Wednesday, April 2, 2008, 1-5 pm · ICEM · San Francisco Hilton
David P. John, MD, FACEP

Please join us at the 12th International Conference on Emergency Medicine (ICEM) for a free four-hour Pre-Conference course provided by US experts in Emergency Medicine Quality: the ED Quality Course!

Methods to improve quality in the emergency department are difficult to develop but have been shown to be successful. Through an overview of the history of quality improvement and a series of three case-based and practical lectures, members of the ACEP Quality Improvement and Patient Safety Section (QIPS) will share important successes in quality, and provide emergency physicians and nurses the fundamentals for a successful quality program.

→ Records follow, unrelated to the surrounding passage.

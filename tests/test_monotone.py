"""Monotone CPTs (network key ``increasing_with``): the gradient fit through fractions.

Checked against the definition of first-order stochastic dominance (Shaked & Shanthikumar 2007,
Stochastic Orders, §1.A: Y_u ≤st Y_u' iff P(Y_u ≤ y) ≥ P(Y_u' ≤ y) for every y), an independent
scipy.optimize SLSQP maximisation of a multinomial likelihood written here under the linear
dominance constraints, the closed-form multinomial maximum (counts / row totals) and its
binomial standard error, brute-force enumeration of a missing parent, central finite
differences, and the KKT conditions of a box (Boyd & Vandenberghe 2004, Convex Optimization,
§5.5.3). Data are simulated here (seeded); no value is taken from adfit itself.
"""

from __future__ import annotations

import json
import math
import warnings

import numpy as np
import pandas as pd
import pytest
from scipy.optimize import minimize
from typer.testing import CliRunner

from adfit import forms, monotone as mono
from adfit.errors import NetworkError, PriorError
from adfit.fit import Fitter, FitSettings, fit
from adfit.network import network_from_dict

C_STATES = ["ok", "worn", "failed"]
LEVELS = ["low", "mid", "high"]


def net_ab(listed=("wear",)):
    """wear (3 levels) and load (3 levels) -> gauge (3 ordered states), monotone along ``listed``."""
    return network_from_dict({
        "wear": {"states": LEVELS}, "load": {"states": LEVELS},
        "gauge": {"states": C_STATES, "parents": ["wear", "load"], "increasing_with": list(listed)}})


def data_ab(n, p_of, seed):
    rng = np.random.default_rng(seed)
    w, l = rng.integers(0, 3, n), rng.integers(0, 3, n)
    g = np.array([rng.choice(3, p=p_of(a, b)) for a, b in zip(w, l)])
    df = pd.DataFrame({"wear": np.array(LEVELS)[w], "load": np.array(LEVELS)[l], "gauge": np.array(C_STATES)[g]})
    N = np.zeros((3, 3, 3))
    np.add.at(N, (w, l, g), 1.0)
    return df, N


def quiet_fit(*a, **k):
    with warnings.catch_warnings():
        warnings.simplefilter("ignore")
        return fit(*a, **k)


def dominance_gaps(table, axis):
    """max over (other parents, y) of F_{u+1}(y) − F_u(y) along ``axis`` (≤ 0 when monotone)."""
    F = np.cumsum(table, axis=-1)[..., :-1]
    return float(np.max(np.diff(F, axis=axis)))


def slsqp_constrained(N, axis, x0=None):
    """Maximise Σ N log θ over tables whose rows are distributions and whose cumulative
    probabilities do not increase along ``axis`` (scipy SLSQP, written independently of adfit)."""
    shape = N.shape
    K = shape[-1]

    def negll(x):
        th = x.reshape(shape)
        return -float(np.sum(np.where(N > 0, N * np.log(np.maximum(th, 1e-300)), 0.0)))

    def grad(x):
        th = x.reshape(shape)
        return -np.where(N > 0, N / np.maximum(th, 1e-300), 0.0).ravel()

    cons = [{"type": "eq", "fun": lambda x: x.reshape(-1, K).sum(axis=1) - 1.0}]
    cons.append({"type": "ineq",  # F_u(y) − F_{u+1}(y) ≥ 0 along the axis
                 "fun": lambda x: -np.diff(np.cumsum(x.reshape(shape), axis=-1)[..., :-1], axis=axis).ravel()})
    x0 = np.full(N.size, 1.0 / K) if x0 is None else x0
    res = minimize(negll, x0, jac=grad, method="SLSQP", bounds=[(1e-10, 1.0)] * N.size, constraints=cons,
                   options={"ftol": 1e-15, "maxiter": 2000})
    return -res.fun, res.x.reshape(shape)


def test_implied_table_is_monotone_and_gives_back_its_fractions():
    net = net_ab()
    rng = np.random.default_rng(0)
    R, _ = forms.cause_shape(net, "gauge")
    v = rng.dirichlet([1.0, 1.0], size=R)
    T = forms.implied_table(net, "gauge", v)
    assert np.allclose(T.sum(axis=-1), 1.0, atol=1e-14) and (T >= 0).all()
    assert dominance_gaps(T, 0) <= 1e-15          # along wear: dominance
    assert dominance_gaps(T, 1) > 0.01           # along load: no constraint (this draw violates it)
    # the recursion of the definition, written out: F_u(y) = F_u(y-1) + (F_pred(y) - F_u(y-1)) σ
    F = np.zeros((3, 3, 3))
    for a in range(3):
        for b in range(3):
            prev = 0.0
            for y in range(2):
                ub = F[a - 1, b, y] if a > 0 else 1.0
                F[a, b, y] = prev + (ub - prev) * v[(a * 3 + b) * 2 + y, 1]
                prev = F[a, b, y]
            F[a, b, 2] = 1.0
    assert np.abs(np.cumsum(T, axis=-1) - F).max() < 1e-15
    assert np.abs(forms.rows_from_table(net, "gauge", T) - v).max() < 1e-12
    # a table that is not monotone is read into one that is
    bad = rng.dirichlet(np.ones(3), size=(3, 3))
    assert dominance_gaps(forms.implied_table(net, "gauge", forms.start_rows(net, "gauge", bad)), 0) <= 1e-15


def test_fit_on_complete_data_equals_an_independent_constrained_maximum():
    # the child's distribution moves *down* with wear in the middle: the constraint must bind
    probs = {0: [0.2, 0.5, 0.3], 1: [0.5, 0.3, 0.2], 2: [0.1, 0.3, 0.6]}
    df, N = data_ab(300, lambda a, b: probs[(a + b) % 3], seed=1)
    assert dominance_gaps(N / N.sum(axis=-1, keepdims=True), 0) > 0.05  # the unconstrained maximum violates it
    res = quiet_fit(net_ab(), df)
    assert res.converged, res.stop_reason
    T = res.probs["gauge"]
    assert dominance_gaps(T, 0) <= 1e-12
    ll_fit = float(np.sum(np.where(N > 0, N * np.log(T), 0.0)))
    ll_ref, T_ref = slsqp_constrained(N, axis=0)
    assert abs(ll_fit - ll_ref) < 1e-6, (ll_fit, ll_ref)
    assert np.abs(T - T_ref).max() < 1e-3
    st = res.extras["stationarity"]
    assert st["holds"] and st["monotone"]["box_kkt"] <= 1e-3
    sec = res.extras["nodes"]["gauge"]
    assert sec["increasing_with"] == ["wear"] and sec["binding"]
    # every binding constraint reported is one: F equal to the lower wear level's
    F = np.cumsum(T, axis=-1)
    for text in sec["binding"]:
        if "equals" in text:
            y = C_STATES.index(text.split("<=")[1].split(" |")[0])
            cfg = dict(kv.split("=") for kv in text.split("| ")[1].split(")")[0].split(", "))
            a, b = LEVELS.index(cfg["wear"]), LEVELS.index(cfg["load"])
            assert abs(F[a, b, y] - F[a - 1, b, y]) < 1e-12


def test_fit_equals_the_unconstrained_maximum_when_the_data_satisfy_the_order():
    # counts / row totals is the multinomial maximum; when it is already monotone the constraint
    # changes nothing (and the standard errors are the binomial sqrt(θ(1-θ)/N(u)))
    probs = {0: [0.7, 0.2, 0.1], 1: [0.45, 0.3, 0.25], 2: [0.2, 0.3, 0.5]}
    df, N = data_ab(900, lambda a, b: probs[a], seed=2)
    closed = N / N.sum(axis=-1, keepdims=True)
    assert dominance_gaps(closed, 0) < -0.01  # strictly inside: no constraint binds
    res = quiet_fit(net_ab(), df, restarts=1)
    assert res.converged
    assert np.abs(res.probs["gauge"] - closed).max() < 1e-6
    assert res.extras["nodes"]["gauge"]["binding"] == []
    from adfit.uncertainty import compute_uncertainty

    u = compute_uncertainty(net_ab(), df, res.probs, converged=True)
    nu = N.sum(axis=-1, keepdims=True)
    assert np.allclose(u.se["gauge"], np.sqrt(closed * (1 - closed) / nu), rtol=1e-4)


def test_missing_parent_brute_force_likelihood_and_constrained_maximum():
    # a tiny network: wear (3) -> gauge (3), monotone along wear; a third of the records miss wear
    net = network_from_dict({"wear": {"states": LEVELS},
                             "gauge": {"states": C_STATES, "parents": ["wear"], "increasing_with": ["wear"]}})
    rng = np.random.default_rng(3)
    truth = np.array([[0.3, 0.5, 0.2], [0.5, 0.3, 0.2], [0.2, 0.3, 0.5]])  # violates the order at mid
    w = rng.choice(3, 240, p=[0.3, 0.4, 0.3])
    g = np.array([rng.choice(3, p=truth[a]) for a in w])
    ws = np.array(LEVELS, dtype=object)[w]
    ws[::3] = None
    df = pd.DataFrame({"wear": ws, "gauge": np.array(C_STATES)[g]})
    res = quiet_fit(net, df, restarts=1)
    assert res.converged, res.stop_reason
    assert dominance_gaps(res.probs["gauge"], 0) <= 1e-12

    obs = ~pd.isna(df["wear"]).to_numpy()
    wi = np.array([LEVELS.index(x) if x is not None else -1 for x in ws])

    def loglik(pw, T):  # brute force: a record without wear sums P(wear) P(gauge | wear) over wear
        ll = np.log(pw[wi[obs]] * T[wi[obs], g[obs]]).sum()
        return ll + np.log((pw[:, None] * T[:, g[~obs]]).sum(axis=0)).sum()

    assert abs(loglik(res.probs["wear"], res.probs["gauge"]) - res.log_likelihood) < 1e-9
    # the same maximum by SLSQP on the brute-force likelihood under the dominance constraints
    def neg(x):
        pw, T = x[:3], x[3:].reshape(3, 3)
        return -loglik(np.maximum(pw, 1e-12), np.maximum(T, 1e-12))

    cons = [{"type": "eq", "fun": lambda x: np.r_[x[:3].sum() - 1, x[3:].reshape(3, 3).sum(axis=1) - 1]},
            {"type": "ineq", "fun": lambda x: -np.diff(np.cumsum(x[3:].reshape(3, 3), axis=1)[:, :-1], axis=0).ravel()}]
    best = -np.inf
    for x0 in (np.full(12, 1 / 3), np.r_[res.probs["wear"], res.probs["gauge"].ravel()]):
        r = minimize(neg, x0, method="SLSQP", bounds=[(1e-9, 1)] * 12, constraints=cons,
                     options={"ftol": 1e-15, "maxiter": 3000})
        best = max(best, -r.fun)
    assert abs(best - res.log_likelihood) < 1e-6, (best, res.log_likelihood)


def test_gradient_equals_finite_differences_and_the_box_check_sees_a_non_maximum():
    from adfit.data import load_data

    net = net_ab()
    df, _ = data_ab(120, lambda a, b: [0.4, 0.3, 0.3] if a != 1 else [0.6, 0.3, 0.1], seed=4)
    df.loc[::4, "wear"] = None
    coded = load_data(net, df)
    f = Fitter(net, coded, settings=FitSettings())
    lay = f.layout
    rng = np.random.default_rng(5)
    R, _ = forms.cause_shape(net, "gauge")
    probs = {"wear": rng.dirichlet(np.ones(3)), "load": rng.dirichlet(np.ones(3)),
             "gauge": rng.dirichlet([2.0, 2.0], size=R)}
    z = lay.flatten(f.logits_of(probs))
    scale = np.ones_like(z)
    fg = lambda zz: f.objective_fg(zz, scale, f.pseudo_flat, 0.0, f.n_total)
    _, g = fg(z)
    h = 1e-6
    fd = np.array([(fg(z + h * e)[0] - fg(z - h * e)[0]) / (2 * h) for e in np.eye(z.size)])
    assert np.abs(fd - g).max() < 1e-7 * max(1.0, np.abs(g).max())
    # the box KKT check (adfit.monotone.box_kkt) at the fit, and at a point moved off it
    res = quiet_fit(net, df, restarts=1)
    assert res.converged
    rows = forms.rows_from_table(net, "gauge", res.probs["gauge"])
    good = {**res.probs, "gauge": rows}
    ev = f.evaluate(f.logits_of(good))
    assert f.box_holds(ev)
    d = mono.dsigma(rows, ev["counts"]["gauge"])
    on = np.flatnonzero(rows[:, 0] <= 1e-9)  # binding constraints: σ = 1 with an outward derivative
    assert on.size and (d[on] >= -1e-6).all()
    moved = rows.copy()
    moved[on[0]] = (0.2, 0.8)
    ev2 = f.evaluate(f.logits_of({**good, "gauge": moved}))
    assert not f.box_holds(ev2) and ev2["objective"] < ev["objective"]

The final segment of the course will feature an expert panel discussion of key issues in Emergency Medicine quality, including specific case examples of successful quality improvement initiatives, barriers associated with successful implementation of quality improvement initiatives, and the current status and future trends of the quality movement in emergency medicine: opportunities and pitfalls. At the conclusion of this course, attendees should be able to design an emergency department Quality Program or re-tool an already existing plan.

Mark your calendar for Wednesday, April 2, 2008 from 1:00 to 5:00 p.m. and plan to gather with your colleagues from around the globe at the beautiful San Francisco Hilton for the ED Quality Course!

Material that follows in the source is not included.